> _Task details_
In the entries below, find every line with "member" and copy it.

> _Records for processing_

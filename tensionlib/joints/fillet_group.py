"""Runs of fillet weld that share a force in their plane, by statics.

Axes and signs as in `bolt_group`: x along the force towards the body of the part, y across it,
moments positive from x towards y. Stresses stand on the throat, per unit of the whole force
(1/mm²). Lengths in mm. Returns round a corner at the end of a run do not count in its length.
"""

from __future__ import annotations

import math
from collections.abc import Sequence
from dataclasses import dataclass

from tensionlib.errors import InputError
from tensionlib.joints.bolt_group import first_of_greatest

_ROUNDING = 1e-6  # mm: what rounding does to a run as wide as the leg


@dataclass(frozen=True, slots=True)
class Run:
    """A straight run of fillet weld with legs of equal size, from point 1 to point 2.

    Raises
    ------
    InputError
        For a point that is not finite, a run of no length, or a leg that is not positive.
    """

    mark: str
    x_1: float
    y_1: float
    x_2: float
    y_2: float
    leg: float

    def __post_init__(self) -> None:
        points = (self.x_1, self.y_1, self.x_2, self.y_2)
        if not all(map(math.isfinite, points)):
            raise InputError(f"run {self.mark!r}: points {points}; finite numbers of mm are due")
        if self.length == 0.0:
            raise InputError(
                f"run {self.mark!r}: it starts and ends at ({self.x_1:g}, {self.y_1:g}) mm;"
                " two points apart are due"
            )
        if not 0.0 < self.leg < math.inf:
            raise InputError(f"run {self.mark!r}: leg {self.leg!r} mm; more than 0 mm is due")

    @property
    def length(self) -> float:
        """Length, mm."""
        return math.hypot(self.x_2 - self.x_1, self.y_2 - self.y_1)

    @property
    def throat(self) -> float:
        """Design throat between equal legs at a right angle, leg/√2, mm."""
        return self.leg / math.sqrt(2.0)

    @property
    def angle(self) -> float:
        """Between the run and the force, rad: 0 along it, π/2 across it."""
        return math.atan2(abs(self.y_2 - self.y_1), abs(self.x_2 - self.x_1))


@dataclass(frozen=True)
class FilletGroup:
    """Runs and their throats as lines: `length` (mm) and `area` (mm²) of all throats, centroid
    `x_c`, `y_c` weighted by throat area (mm), polar second moment `I_p` about it (mm⁴)."""

    runs: tuple[Run, ...]
    length: float
    area: float
    x_c: float
    y_c: float
    I_p: float


@dataclass(frozen=True, slots=True)
class Peak:
    """Where the throat stress is greatest: x and y from the group's centroid (mm), stress along
    and across the force per unit force (1/mm²), throat of the run (mm)."""

    mark: str
    x: float
    y: float
    along: float
    across: float
    throat: float

    @property
    def size(self) -> float:
        """Resultant throat stress per unit force, 1/mm²."""
        return math.hypot(self.along, self.across)

    @property
    def per_length(self) -> float:
        """Force per length of the run there, per unit force, 1/mm."""
        return self.size * self.throat


def properties(runs: Sequence[Run]) -> FilletGroup:
    """Length, area, centroid and polar second moment of runs. Statics.

    Raises
    ------
    InputError
        For no runs, or a mark that stands twice.
    """
    if not runs:
        raise InputError("runs: none; give at least one run of weld")
    marks: set[str] = set()
    for run in runs:
        if run.mark in marks:
            raise InputError(f"runs: the mark {run.mark!r} stands twice; give each run its own")
        marks.add(run.mark)
    areas = [run.throat * run.length for run in runs]
    middles = [((run.x_1 + run.x_2) / 2, (run.y_1 + run.y_2) / 2) for run in runs]
    area = math.fsum(areas)
    x_c = math.fsum(a * x for a, (x, _) in zip(areas, middles, strict=True)) / area
    y_c = math.fsum(a * y for a, (_, y) in zip(areas, middles, strict=True)) / area
    I_p = math.fsum(
        a * (run.length**2 / 12 + (x - x_c) ** 2 + (y - y_c) ** 2)
        for run, a, (x, y) in zip(runs, areas, middles, strict=True)
    )
    return FilletGroup(tuple(runs), math.fsum(run.length for run in runs), area, x_c, y_c, I_p)


def stress_at(group: FilletGroup, line_y: float | None, x: float, y: float) -> tuple[float, float]:
    """Throat stress along and across at (x, y) from the centroid, for a unit force along +x on the
    line y = `line_y` in the part's axes, or through the centroid with None, 1/mm².

    Elastic vectors: along = 1/area - e·y/I_p and across = e·x/I_p, e the centroid's y less the
    line's. Statics.

    Raises
    ------
    InputError
        For a line that is no finite number.
    """
    if line_y is not None and not math.isfinite(line_y):
        raise InputError(f"line_y: got {line_y!r}; a finite number of mm, or None, is due")
    turn = 0.0 if line_y is None else (group.y_c - line_y) / group.I_p
    return 1.0 / group.area - turn * y, turn * x


def elastic_stress(group: FilletGroup, line_y: float | None) -> Peak:
    """The greatest throat stress of a unit force along +x on the line y = `line_y`, or through the
    centroid with None; of equals, the first as the runs came.

    A stress that varies in line along a straight run is greatest at one of its ends. Statics.

    Raises
    ------
    InputError
        As `stress_at`.
    """
    ends = []
    for run in group.runs:
        for x, y in (
            (run.x_1 - group.x_c, run.y_1 - group.y_c),
            (run.x_2 - group.x_c, run.y_2 - group.y_c),
        ):
            ends.append(Peak(run.mark, x, y, *stress_at(group, line_y, x, y), run.throat))
    return first_of_greatest(ends, lambda end: end.size)


def balanced_runs(
    lever_low: float,
    lever_high: float,
    total: float,
    transverse: float = 0.0,
    transverse_at: float | None = None,
) -> tuple[float, float]:
    """Lengths of the runs along the low and the high edge that put the weld's centroid on the
    member's, in mm. Moments about the edges; statics.

    All runs have one leg size. `lever_low` and `lever_high` go from the member's centroid to the
    low edge (an angle's heel) and the high edge (its toe); `total` is the length of all runs with
    the transverse one. `transverse` is the length of a run across the end, centred
    `transverse_at` from the low edge, half way unless given. Returns do not count.

    Raises
    ------
    InputError
        For a length out of its range, a transverse run that does not fit between the edges, or a
        total too short to balance it, with the least that does.
    """
    for name, lever in (("lever_low", lever_low), ("lever_high", lever_high), ("total", total)):
        if not 0.0 < lever < math.inf:
            raise InputError(f"{name}: got {lever!r} mm; more than 0 mm is due")
    width = lever_low + lever_high
    at = width / 2 if transverse_at is None else transverse_at
    if not 0.0 <= transverse <= width + _ROUNDING:
        raise InputError(f"transverse: got {transverse!r} mm; 0 to {width:g} mm is due")
    if not transverse / 2 - _ROUNDING <= at <= width - transverse / 2 + _ROUNDING:
        raise InputError(
            f"transverse_at: got {at!r} mm; {transverse / 2:g} to {width - transverse / 2:g} mm is"
            f" due, that a run of {transverse:g} mm fits between the edges"
        )
    least = max(transverse * at / lever_low, transverse * (width - at) / lever_high)
    if total < least:
        raise InputError(
            f"total: got {total:g} mm; at least {math.ceil(least * 1e3) / 1e3:.3f} mm is due, that"
            f" runs along the edges balance the transverse run of {transverse:g} mm"
        )
    low = (total * lever_high - transverse * (width - at)) / width
    high = (total * lever_low - transverse * at) / width
    return max(low, 0.0), max(high, 0.0)
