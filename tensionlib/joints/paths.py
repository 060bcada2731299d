"""Net-section chains: the way across a part on which the holes leave least of it.

A chain runs from the low edge to the high edge through holes of rising y. It loses each hole's
width across the force on the thickness there, and gains s²t/(4g) for each step between two
holes, s along and g across the force (AS 4100:1998 and NZS 3404:1997 9.1.10, from memory). Where
a step crosses from one thickness into another the thinner counts, the conservative reading.
Lengths in mm, areas in mm².
"""

from __future__ import annotations

from collections.abc import Sequence
from dataclasses import dataclass

import numpy as np
import numpy.typing as npt

from tensionlib.errors import InputError
from tensionlib.joints.parts import Flat, Opening, Part

_SAME = 1e-6  # mm: holes no farther apart across the force stand in one line along it
_STRAIGHT = 1e-9  # mm: a step no longer than this along the force is straight

Floats = npt.NDArray[np.float64]


@dataclass(frozen=True, slots=True)
class Hop:
    """One hole of a chain with thickness `t`, and the step that leads to it: `s` along, `g` across
    the force on thickness `t_step`; zeros for the first hole."""

    hole: Opening
    s: float
    g: float
    t_step: float
    t: float

    @property
    def lost(self) -> float:
        """Area of the hole less what its step gains, mm²."""
        gained = self.s * self.s * self.t_step / (4 * self.g) if self.s else 0.0
        return self.hole.across * self.t - gained


@dataclass(frozen=True, slots=True)
class NetPath:
    """A chain, the area it loses, and the share of the joint's force it has to carry."""

    hops: tuple[Hop, ...]
    lost: float
    carried: float = 1.0


def least_path(
    part: Part,
    holes: Sequence[Opening],
    *,
    credit_behind: bool = False,
    gross: float | None = None,
) -> NetPath:
    """The chain that leaves least of the part, exactly.

    Parameters
    ----------
    part : Part
    holes : sequence of Opening
    credit_behind : bool
        Credit a chain with the equal shares of the bolts that lie on its body side (larger x): it
        carries the rest. Bolts on the chain are not credited. The chain that governs is then the
        one with the greatest carried / (gross - lost).
    gross : float
        Gross area, mm²; due with `credit_behind`.

    Raises
    ------
    InputError
        For credit without a gross area, or with one that a chain of holes takes whole.
    """
    if not holes:
        return NetPath((), 0.0)
    ordered = sorted(holes, key=lambda hole: (hole.y, hole.x, hole.mark))
    net = _Net(part, ordered)
    if not credit_behind:
        return net.path(net.heaviest())
    if gross is None:
        raise InputError("gross: missing; crediting the bolts behind a chain needs the gross area")
    return net.credited(gross)


class _Net:
    """Holes in order of y, and what each step between two of them gains."""

    def __init__(self, part: Part, ordered: list[Opening]) -> None:
        self.part, self.holes = part, ordered
        self.n = len(ordered)
        self.x: Floats = np.array([hole.x for hole in ordered])
        self.y: Floats = np.array([hole.y for hole in ordered])
        self.t: Floats = np.array([part.thickness(hole.y) for hole in ordered])
        self.own: Floats = np.array([hole.across for hole in ordered]) * self.t
        s = np.abs(self.x[:, None] - self.x[None, :])
        self.s: Floats = np.where(s > _STRAIGHT, s, 0.0)
        self.g: Floats = self.y[None, :] - self.y[:, None]  # from row to column
        self.t_step = self._steps()
        with np.errstate(divide="ignore", invalid="ignore"):
            gained = self.s**2 * self.t_step / (4 * self.g)
        # What arriving at the column's hole from the row's adds to the chain.
        self.adds: Floats = np.where(self.g > _SAME, self.own[None, :] - gained, -np.inf)

    def _steps(self) -> Floats:
        """Least thickness between every two holes; of a flat part all at once."""
        if isinstance(self.part, Flat):
            return self.part.steps(self.y)
        return np.array(
            [[self.part.thickness_between(a, b) for b in self.y] for a in self.y], dtype=float
        )

    def heaviest(self) -> list[int]:
        """Indices of the chain that loses most; of equals the one with fewer holes, then the one
        nearest the body, where the whole force is."""
        best, count = self.own.copy(), np.ones(self.n)
        before = np.full(self.n, -1)
        for j in range(1, self.n):
            reached = best[:j] + self.adds[:j, j]
            most = reached.max()
            if most > best[j]:
                equal = np.flatnonzero(reached >= most)
                i = int(equal[np.argmin(count[equal])])
                best[j], count[j], before[j] = most, count[i] + 1, i
        ends = np.flatnonzero(best >= best.max())
        at = int(min(ends, key=lambda k: (count[k], -self.x[k], k)))
        chain = [at]
        while before[chain[-1]] >= 0:
            chain.append(int(before[chain[-1]]))
        return chain[::-1]

    def path(self, chain: list[int], carried: float = 1.0) -> NetPath:
        hops, last = [], -1
        for k in chain:
            step = (0.0, 0.0, 0.0)
            if last >= 0:
                s, g, t = self.s[last, k], self.g[last, k], self.t_step[last, k]
                step = (float(s), float(g), float(t))
            hops.append(Hop(self.holes[k], *step, float(self.t[k])))
            last = k
        return NetPath(tuple(hops), sum(hop.lost for hop in hops), carried)

    # Credit for the bolts behind ----------------------------------------------------------

    def credited(self, gross: float) -> NetPath:
        """The chain that governs when the bolts on its body side have taken their shares.

        A pass over (last hole, bolts behind so far): what lies behind a chain is counted piece by
        piece, each piece counting the bolts whose y is above its low end and at most at its high
        end, so that no bolt counts twice.
        """
        n = self.n
        bolts = np.array([hole.bolt for hole in self.holes])
        total = int(bolts.sum())
        if total == 0:
            return self.path(self.heaviest())
        behind = self._behind(bolts)
        low, high = self._outside(bolts)
        taken = np.arange(total + 1)
        best = np.full((n, total + 1), -np.inf)
        before = np.full((n, total + 1), -1)
        for j in range(n):
            best[j, low[j]] = self.own[j]
            if j == 0:
                continue
            at = taken - behind[:j, j, None]  # how many were behind the chain at the hole before
            reached = np.take_along_axis(best[:j], np.maximum(at, 0), axis=1)
            reached = np.where(at >= 0, reached, -np.inf) + self.adds[:j, j, None]
            most, source = reached.max(axis=0), reached.argmax(axis=0)
            better = most > best[j]
            best[j, better], before[j, better] = most[better], source[better]
        if best.max() >= gross:
            raise InputError(
                f"gross: got {gross:g} mm²; more than {best.max():g} mm², what one chain of holes"
                " loses, is due"
            )
        carried = 1.0 - (taken + high[:, None]) / total
        ratio = np.where(np.isfinite(best), carried / (gross - best), -np.inf)
        j, k = (int(place) for place in np.unravel_index(ratio.argmax(), ratio.shape))
        share = float(carried[j, k])
        chain = [j]
        while before[j, k] >= 0:
            i = int(before[j, k])
            j, k = i, k - int(behind[i, j])
            chain.append(i)
        return self.path(chain[::-1], share)

    def _behind(self, bolts: npt.NDArray[np.bool_]) -> npt.NDArray[np.int64]:
        """Bolts behind the step from row to column, y above the row's and up to the column's."""
        out = np.zeros((self.n, self.n), dtype=np.int64)
        up_to = self.g <= _SAME  # the column's hole lies below the row's, or in one line with it
        for i in range(self.n):
            to = np.flatnonzero(self.g[i] > _SAME)
            if not to.size:
                continue
            slope = (self.x[to] - self.x[i]) / self.g[i, to]
            line = self.x[i] + slope[:, None] * self.g[i]
            within = bolts & (self.g[i] > _SAME) & up_to[to] & (self.x > line + _SAME)
            out[i, to] = within.sum(axis=1)
        return out

    def _outside(
        self, bolts: npt.NDArray[np.bool_]
    ) -> tuple[npt.NDArray[np.int64], npt.NDArray[np.int64]]:
        """Bolts behind the straight ends: up to a first hole's y, and above a last hole's y."""
        further = bolts[None, :] & (self.x[None, :] > self.x[:, None] + _SAME)
        low = further & (self.y[None, :] <= self.y[:, None] + _SAME)
        high = further & (self.y[None, :] > self.y[:, None] + _SAME)
        return low.sum(axis=1), high.sum(axis=1)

> _Task response_
    member's, in mm. Moments about the edges; statics.
    All runs have one leg size. `lever_low` and `lever_high` go from the member's centroid to the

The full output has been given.